If you want to make these ahead of time, it’s easy. You can either freeze them raw (many people do) by freezing them on a tray (so that they don’t touch) then transferring them to a freezer bag or container or partially cooking them by boiling them until they consistently float (about 3-4 minutes) and letting them dry on a rack before freezing them whole. Ensuring that they are dry is a key to this process or you will freeze a ‘perogy block’ – which isn’t as fun as it sounds.


If you are cooking them fresh you can boil or fry them or do like I do and do both.  I like to boil them until they float (3-4 minutes), let them dry and then fry them crispy. I fry them in oil or drippings from sausage as I cook. You’ll likely have some leftover apple sauerkraut and it’s a great addition to the plate along with chives, sour cream.

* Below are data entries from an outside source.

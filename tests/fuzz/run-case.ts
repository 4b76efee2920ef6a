// Runs one input text through the library chain (no PDF) or the whole CLI and says whether
// polebook kept its promise: a located input error, an unstable-structure error naming the
// combination, or finite results everywhere. Anything else is a failure with its reason.
import { mkdtempSync, readdirSync, readFileSync, rmSync, writeFileSync } from 'node:fs';
import { tmpdir } from 'node:os';
import { join } from 'node:path';
import { loadDesignText } from '../../src/input/index.ts';
import { analyseDesign } from '../../src/analyse-design.ts';
import { buildDocument } from '../../src/report/sections/build-document.ts';
import { analysisSections } from '../../src/report/sections/analysis-sections.ts';
import { runChecks } from '../../src/checks/run-checks.ts';
import { resultsJson } from '../../src/export/results-json.ts';
import { analysisSummaryLines, movementWarningLines } from '../../src/analysis-summary.ts';
import { FileLevelError, InputError, UnstableStructureError, formatDiagnostic } from '../../src/errors.ts';
import { cli } from '../cli/run-cli.ts';
import { readPdfText } from '../support/pdf-text.ts';

export type Outcome =
  | { readonly kind: 'input'; readonly first: string }
  | { readonly kind: 'unstable'; readonly message: string }
  | { readonly kind: 'ok' }
  | { readonly kind: 'failure'; readonly reason: string };

/** The promised first line of a bad-input message: file:line:col: ... */
export const LOCATED = /^.+:\d+:\d+: /;
/** An unstable-structure message names the combination or the degree of freedom. */
export const NAMES_COMBINATION_OR_DOF = /combination|degree of freedom|\b[uUrR][xyz]\b|mechanism/;

/** Paths (dotted) of every non-finite number, and of every printed NaN/Infinity, in a value. */
export function nonFinite(value: unknown, opts: { readonly text?: boolean } = {}, limit = 5): string[] {
  const out: string[] = [];
  const seen = new Set<unknown>();
  const walk = (v: unknown, path: string) => {
    if (out.length >= limit) return;
    if (typeof v === 'number') {
      if (!Number.isFinite(v)) out.push(`${path} = ${v}`);
    } else if (typeof v === 'string' && opts.text !== false) {
      if (/\bNaN\b|Infinity|undefined/.test(v)) out.push(`${path}: text "${v.length > 80 ? `${v.slice(0, 80)}...` : v}"`);
    } else if (ArrayBuffer.isView(v) && !(v instanceof DataView)) {
      const arr = v as unknown as ArrayLike<number>;
      for (let i = 0; i < arr.length; i++) if (!Number.isFinite(arr[i]!)) { out.push(`${path}[${i}] = ${arr[i]}`); break; }
    } else if (v !== null && typeof v === 'object') {
      if (seen.has(v)) return;
      seen.add(v);
      if (v instanceof Map) for (const [k, x] of v) walk(x, `${path}.${String(k)}`);
      else for (const [k, x] of Object.entries(v)) walk(x, path === '' ? k : `${path}.${k}`);
    }
  };
  walk(value, '');
  return out;
}

/** Keys of the results JSON that may be null by design: a dead or ice case has no wind angle;
 * a check with no station (anchor bolts, base plate) has no s_m. */
const NULLABLE_KEYS = new Set(['windAngle_rad', 's_m']);

/** Keys of the results JSON that carry a unit must hold numbers: JSON.stringify writes NaN as null. */
export function nullQuantities(jsonText: string): string[] {
  const out: string[] = [];
  JSON.parse(jsonText, function (key, v) {
    if (v === null && !NULLABLE_KEYS.has(key) && /_(m|m2|m4|N|Nm|Pa|rad|kg|Hz|N_per_m|Nm_per_rad|kg_per_m|s)$/.test(key)) out.push(key);
    return v;
  });
  return out;
}

function inputOutcome(err: InputError): Outcome {
  const errors = err.diagnostics.filter((d) => d.severity === 'error');
  if (errors.length === 0) return { kind: 'failure', reason: 'InputError without an error diagnostic' };
  const bad = err.diagnostics.find((d) => !(d.line >= 1 && d.col >= 1) || d.message.trim() === '' || /undefined|\[object /.test(d.message));
  if (bad) return { kind: 'failure', reason: `badly formed diagnostic: ${JSON.stringify(bad)}` };
  const first = formatDiagnostic(err.diagnostics[0]!);
  if (!LOCATED.test(first)) return { kind: 'failure', reason: `first line not located: ${first}` };
  return { kind: 'input', first };
}

/** Text that the input itself writes (an id "NaN", a name "-Infinity") is echoed in the package;
 * then only numbers are scanned, not printed text. */
const userWritesNaN = (text: string) => /\bNaN\b|Infinity|undefined/.test(text);

/** The library chain without the PDF: load, analyse, document model, JSON, terminal summary. */
export function runLibrary(text: string, file: string): Outcome {
  const scanText = !userWritesNaN(text);
  let loaded;
  try {
    loaded = loadDesignText(text, file, { SOURCE_DATE_EPOCH: '1767225600' });
  } catch (err) {
    if (err instanceof InputError) return inputOutcome(err);
    // A refusal of the whole file (empty, too large, UTF-16) names the file, with no position.
    if (err instanceof FileLevelError) return { kind: 'input', first: err.message };
    return { kind: 'failure', reason: `loading threw ${describe(err)}` };
  }
  let analysis;
  try {
    analysis = analyseDesign(loaded.design, {});
  } catch (err) {
    if (err instanceof UnstableStructureError) {
      return NAMES_COMBINATION_OR_DOF.test(err.message) ? { kind: 'unstable', message: err.message } : { kind: 'failure', reason: `unstable without naming a combination: ${err.message}` };
    }
    if (err instanceof InputError) return { kind: 'failure', reason: `InputError raised after validation: ${err.message}` };
    return { kind: 'failure', reason: `analysis threw ${describe(err)}` };
  }
  try {
    const bad = [
      ...nonFinite({ results: analysis.results, modes: analysis.modes, model: analysis.model }, { text: scanText }),
      ...nonFinite(buildDocument(loaded, { sections: analysisSections(loaded, analysis) }), { text: scanText }),
      ...nonFinite(analysisSummaryLines(loaded.design, analysis), { text: scanText }),
      ...nonFinite(movementWarningLines(loaded.design, analysis), { text: scanText }),
    ];
    const checks = runChecks(loaded.design, analysis);
    bad.push(...nonFinite(checks.records.map((r) => ({ demand: r.demand.si, capacity: r.capacity.si })), { text: scanText }));
    const json = resultsJson({ loaded, toolVersion: 'fuzz', ...analysis, secondOrder: analysis.options.secondOrder, checks });
    bad.push(...nullQuantities(json).map((k) => `JSON ${k} is null (NaN or Infinity)`));
    if (bad.length > 0) return { kind: 'failure', reason: `non-finite output: ${bad.slice(0, 5).join('; ')}` };
  } catch (err) {
    return { kind: 'failure', reason: `document or JSON threw ${describe(err)}` };
  }
  return { kind: 'ok' };
}

/** The whole CLI, in-process: `build file --out dir --json`; the PDF is read back with pdfjs-dist. */
export async function runCliCase(text: string, name: string): Promise<Outcome> {
  const dir = mkdtempSync(join(tmpdir(), 'polebook-fuzz-'));
  try {
    return await cliCase(dir, text, name);
  } finally {
    rmSync(dir, { recursive: true, force: true });
  }
}

async function cliCase(dir: string, text: string, name: string): Promise<Outcome> {
  const file = join(dir, name);
  writeFileSync(file, text);
  const out = join(dir, 'out');
  const r = await cli(['build', file, '--out', out, '--json'], { cwd: dir, env: { SOURCE_DATE_EPOCH: '1767225600' } });
  const written = (() => { try { return readdirSync(out); } catch { return []; } })();
  const firstErr = r.stderr.split('\n')[0] ?? '';
  switch (r.code) {
    case 2:
      if (!LOCATED.test(firstErr)) return { kind: 'failure', reason: `exit 2, first stderr line not located: ${firstErr}` };
      if (written.length > 0) return { kind: 'failure', reason: `exit 2 but wrote ${written.join(', ')}` };
      return { kind: 'input', first: firstErr };
    case 3:
      if (!NAMES_COMBINATION_OR_DOF.test(r.stderr)) return { kind: 'failure', reason: `exit 3 without naming a combination: ${r.stderr}` };
      if (written.length > 0) return { kind: 'failure', reason: `exit 3 but wrote ${written.join(', ')}` };
      return { kind: 'unstable', message: r.stderr };
    case 0:
    case 1: {
      const stem = name.replace(/\.[^.]+$/, '');
      if (!written.includes(`${stem}.pdf`)) return { kind: 'failure', reason: `exit ${r.code} without a PDF` };
      const json = readFileSync(join(out, `${stem}.results.json`), 'utf8');
      const scanText = !userWritesNaN(text);
      const pdfText = scanText ? (await readPdfText(readFileSync(join(out, `${stem}.pdf`)))).pages : [];
      const bad = [
        ...nonFinite(JSON.parse(json), { text: scanText }),
        ...nullQuantities(json),
        ...nonFinite(r.stdout.split('\n'), { text: scanText }),
        ...nonFinite(pdfText.map((page, i) => `page ${i + 1}: ${page.match(/.{0,60}(?:\bNaN\b|Infinity|undefined).{0,20}/)?.[0] ?? ''}`)),
      ];
      if (bad.length > 0) return { kind: 'failure', reason: `exit ${r.code}, non-finite output: ${bad.slice(0, 5).join('; ')}` };
      return { kind: 'ok' };
    }
    default:
      return { kind: 'failure', reason: `exit ${r.code}: ${r.stderr.slice(0, 400)}` };
  }
}

function describe(err: unknown): string {
  if (err instanceof Error) return `${err.name}: ${err.message}\n${(err.stack ?? '').split('\n').slice(1, 5).join('\n')}`;
  return String(err);
}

If you’re cooking them from frozen you can defrost them in boiling water until they are soft throughout. Dry them per on a rack and fry them as you would fresh. If you’ve pre-boiled them before freezing you could defrost them on a floured surface or rack (do not use a microwave) and proceed directly to frying.


You’ve got this! Pour yourself a glass of wine, carefully choose some music that makes you happy and roll up your sleeves – the worst part is the fear and that won’t hold you back!